Rich Juarez, who graduated from Larimore High School in 2013, recalls Rankin coming up and "nagging" him to join track and field for throwing events.

It sounded boring, said Juarez, a freshman at the time, but he decided to give it a shot. The first day of practice, Rankin brought out a single playing card from a deck and told Juarez to throw it as hard as he could.

"I threw it, it didn't go anywhere, and he showed me a technique to throw it and (the card) went down the hallway," Juarez said. "And for me, that's stuck with me to this day. It's not about how strong you are, how physically gifted you are, it's about the technique you use."

Juarez went on to excel in track over the next four years, winning the school's Most Valuable Track Athlete on multiple occasions, largely because of Rankin's encouragement.

Knowing he came from a single-parent family, Juarez said Rankin also hired him to help shingle a shed and chop wood for much-needed income. Today, Juarez is an investigator with the Ramsey County Narcotics Task Force Group in Devils Lake and will soon take a new job as a criminal investigator with the Towner County Sheriff's Office in Cando, North Dakota.

"He's truly probably the only father figure I had growing up," Juarez said. "He taught me to be a man. The impact he had on my life is the same impact I want to have on other people's lives — especially troubled juveniles, things like that.
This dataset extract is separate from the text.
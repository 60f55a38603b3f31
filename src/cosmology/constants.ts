/** Speed of light in km/s, exact (SI definition of the metre). */
export const C_KMS = 299792.458;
"He's truly the best man that I've ever met and ever will meet. ... Make it known that that guy saved my life."

That's just the way her dad was, said Rankin's daughter, Erin Rankin, of Hastings, Minnesota. He was always doing for others, she said.

"I never really realized how much because he never made it a big deal," she said. "He didn't boast, or even talk much about the acts of kindness and service he provided to others. My dad quietly did so many things and expected no thanks or recognition."

Erin, who graduated from Larimore High School in 2004, also excelled in track, learning to throw the discus from her dad when she was 8 years old. Even after one of her "wayward throws" demolished the family car's tail light, he didn't give up on her, Erin recalls.

"In high school, he would get up with me and lift weights before school and would be there to coach me and the other throwers after school — which is something he did for free," Erin said. "He would stay with me for hours. My mom and dad went to basically every sporting event I participated in, which as a full-time working parent myself now, I can't imagine how they did it.

"The same person who taught my sister and me to trap muskrats and throw a discus also taught us how to knit and bake bread. He's the reason I now like talk radio and gardening."

Rankin is survived by his wife, Susan, Larimore; children, Emily Rankin (Ben Wermerskirchen), of Waterloo, Belgium; William Rankin, of Grand Forks; Erin Rankin (Brandon Brayfield), of Hastings; and grandchildren Silas Brayfield, Ilona Wermerskirchen, Esme Brayfield and Lukas Wermerskirchen.

A funeral is set for 2 p.m. Monday, Feb. 19, at Our Savior's Lutheran Church in Larimore.